What we think of as 'objective' research is unreliable and unavoidably biased, even when practised properly. 'Strong objectivity' provides a better understanding of the world, writes pioneer of feminist epistemology Sandra Harding.

 

Nobody wants biased research that produces inaccurate accounts of nature and social relations. We want reliable accounts on which to base public policies and our own practices. Moreover, this can seem to be a dangerous moment even to take up this question in light of the constant barrage of false claims and “science-bashing” that issues daily, as I write, from the U.S. president and from other authoritarian regimes around the globe. 

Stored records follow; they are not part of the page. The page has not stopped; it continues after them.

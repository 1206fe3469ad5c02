import { spawn } from 'node:child_process';
import type { ChildProcess } from 'node:child_process';
import { mkdtempSync, rmSync, writeFileSync } from 'node:fs';
import { tmpdir } from 'node:os';
import { join } from 'node:path';
import { fileURLToPath } from 'node:url';
import { afterAll } from 'vitest';

/** The built program, driven as a process: what a user types and what a user sees. */

export const root = fileURLToPath(new URL('../..', import.meta.url));
export const program = join(root, 'dist', 'orchestrator', 'cli.js');

export interface Ended {
  readonly status: number | null;
  readonly signal: NodeJS.Signals | null;
  readonly out: string;
  readonly err: string;
}

export interface Running {
  readonly process: ChildProcess;
  readonly ended: Promise<Ended>;
  /** What was printed so far. */
  out(): string;
  err(): string;
  /** Resolves with the match as soon as standard error has it; rejects if the process ends before. */
  saying(pattern: RegExp): Promise<RegExpExecArray>;
}

export interface Place {
  readonly cwd?: string;
  readonly env?: Readonly<Record<string, string>>;
}

const folders: string[] = [];
const alive = new Set<ChildProcess>();
afterAll(() => {
  for (const child of alive) child.kill('SIGKILL');
  for (const folder of folders.splice(0)) rmSync(folder, { recursive: true, force: true });
});

/** An empty folder of this test file's own. */
export function newFolder(): string {
  const folder = mkdtempSync(join(tmpdir(), 'trigpoint-cli-'));
  folders.push(folder);
  return folder;
}

export function start(words: readonly string[], { cwd = newFolder(), env = {} }: Place = {}): Running {
  const clean = { ...process.env, REDIS_URL: '', TRIGPOINT_DEBUG: '' };
  const child = spawn(process.execPath, [program, ...words], { cwd, env: { ...clean, ...env } });
  alive.add(child);
  const text = { out: '', err: '' };
  const listeners = new Set<() => void>();
  child.stdout.setEncoding('utf8').on('data', (piece: string) => (text.out += piece));
  child.stderr.setEncoding('utf8').on('data', (piece: string) => {
    text.err += piece;
    for (const listener of listeners) listener();
  });
  const ended = new Promise<Ended>((resolve) => {
    child.on('close', (status, signal) => {
      alive.delete(child);
      resolve({ status, signal, ...text });
    });
  });
  return {
    process: child,
    ended,
    out: () => text.out,
    err: () => text.err,
    saying: (pattern) =>
      new Promise((resolve, reject) => {
        const look = () => {
          const match = pattern.exec(text.err);
          if (match) resolve(match);
        };
        listeners.add(look);
        look();
        void ended.then(() => reject(new Error(`ended without saying ${pattern}: ${text.err}`)));
      }),
  };
}

export function trigpoint(words: readonly string[], place?: Place): Promise<Ended> {
  return start(words, place).ended;
}

/** Runs a command with --json and returns its one document. */
export async function document(words: readonly string[], place?: Place): Promise<Record<string, unknown>> {
  const { out, err } = await trigpoint([...words, '--json'], place);
  try {
    return JSON.parse(out) as Record<string, unknown>;
  } catch {
    throw new Error(`no JSON document: ${out}${err}`);
  }
}

/** A folder with scan files of a few seconds' work. */
export function folderWithScans(points: number, more = ''): string {
  const folder = newFolder();
  writeFileSync(join(folder, 'plane.yaml'), planeScan(points) + more);
  return folder;
}

/** A plane of M_t and M_h that holds stable, metastable and unstable vacua. */
export function planeScan(points: number): string {
  return `title: A plane for tests
model: sm
seed: cli
sample: { method: sobol, points: ${points} }
vary:
  Mt: { range: [165, 185], unit: GeV }
  Mh: { range: [115, 135], unit: GeV }
require: [perturbativity, { vacuum-stability: { accept: metastable } }]
note: [measured-top-mass]
`;
}
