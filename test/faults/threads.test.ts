import { join } from 'node:path';
import { afterEach, beforeAll, beforeEach, describe, expect, test } from 'vitest';
import { linePlan, temporaryStore } from '../orchestrator/dispatch/line-run.js';
import { committed, resultOf, startWork, undisturbedDigest } from './line-work.js';
import { endPrograms } from './processes.js';

/** Coordinators with worker threads, in processes of their own that are really killed: a launch afterwards gives the
 *  digest of an undisturbed run. */

const POINTS = [8000, 300];
const SLOW = { microseconds: 1000 };

let undisturbed: string;
let store: ReturnType<typeof temporaryStore>;
beforeAll(async () => {
  undisturbed = await undisturbedDigest(POINTS);
});
beforeEach(() => {
  store = temporaryStore();
});
afterEach(async () => {
  await endPrograms();
  store.remove();
});

describe('a coordinator that is stopped', () => {
  test('by Ctrl-C stores what it has and is resumed', async () => {
    const plan = linePlan(POINTS, SLOW);
    const first = startWork(store.path, plan, { threads: 2 });
    await committed(first, 0);
    first.signal('SIGINT');
    const paused = await resultOf(first);
    expect(paused.state).toBe('paused');
    expect(paused.counts.points).toBeGreaterThan(0);
    const second = await resultOf(startWork(store.path, plan, { threads: 2 }));
    expect(second).toMatchObject({ state: 'complete', digest: undisturbed });
  });

  test('by kill -9, again and again, is resumed', async () => {
    const plan = linePlan(POINTS, SLOW);
    let before = 0;
    for (let kill = 0; kill < 3; kill += 1) {
      const work = startWork(store.path, plan, { threads: 2 });
      await committed(work, before);
      work.signal('SIGKILL');
      expect(await work.exit).toBe('SIGKILL');
      const reading = store.open();
      // What was said to be committed is there.
      expect(reading.run(1)?.counts.points).toBeGreaterThan(before);
      before = reading.run(1)?.counts.points ?? 0;
      reading.close();
    }
    expect(await resultOf(startWork(store.path, plan, { threads: 2 }))).toMatchObject({
      state: 'complete',
      digest: undisturbed,
    });
  });

  test('while another is at work is refused, and the other is not disturbed', async () => {
    // Held up by a worker that hangs once, for as long as the second takes on a busy machine.
    const plan = linePlan(POINTS, { hangAt: 7999, once: join(store.folder, 'happened') });
    const first = startWork(store.path, plan, { threads: 2, chunkSeconds: 60 });
    await committed(first, 0);
    const second = startWork(store.path, plan, { threads: 2 });
    expect(await second.exit).toBe(3);
    expect(second.err()).toContain(`process ${first.pid} `);
    expect(second.err()).toContain('Nothing was changed');
    first.signal('SIGINT');
    expect(await resultOf(first)).toMatchObject({ state: 'paused' });
    const third = await resultOf(startWork(store.path, plan, { threads: 2 }));
    expect(third).toMatchObject({ state: 'complete', digest: undisturbed });
  });
});

describe('a worker thread', () => {
  test.each([
    ['is terminated', 'exitAt'],
    ['throws', 'throwAt'],
    ['runs out of memory', 'outOfMemoryAt'],
    ['hangs', 'hangAt'],
  ])('that %s once costs nothing but time', async (_, where) => {
    const plan = linePlan(POINTS, { [where]: 4321, once: join(store.folder, 'happened') });
    const work = startWork(store.path, plan, { threads: 2, heapMegabytes: 64, chunkSeconds: 2 });
    expect(await resultOf(work)).toMatchObject({ state: 'complete', digest: undisturbed });
    const reading = store.open();
    expect(reading.chunks(1).retried).toBe(1);
    reading.close();
  });

  test('that takes the whole program with it does not make launches loop: the point is found', async () => {
    const plan = linePlan([400], { killAt: 123 });
    let launches = 1;
    let work = startWork(store.path, plan, { threads: 2 });
    for (; (await work.exit) === 'SIGKILL'; launches += 1) {
      expect(launches).toBeLessThan(20);
      work = startWork(store.path, plan, { threads: 2 });
    }
    const done = await resultOf(work);
    expect(done).toMatchObject({
      state: 'incomplete',
      counts: { points: 400, unfinished: 1, excluded: 199 },
    });
  });
});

Yet among many disadvantaged groups, objectivity has gotten a bad reputation in recent decades. Women, African Americans, indigenous peoples, other peoples of color, lesbian/gay/bi/trans peoples, and the disabled have pointed out that the dominant natural and social science accounts often have misrepresented their daily lives and their knowledge concerns in what the dominant groups claim are objective results of research. Consequently, public policy often disadvantages such marginalized groups. Such claims emerged from the new social justice movements of the 1960’s and 70’s and have continued with more recent complaints from anti-colonial groups in Latin America, Africa, Asia, and elsewhere around the globe.  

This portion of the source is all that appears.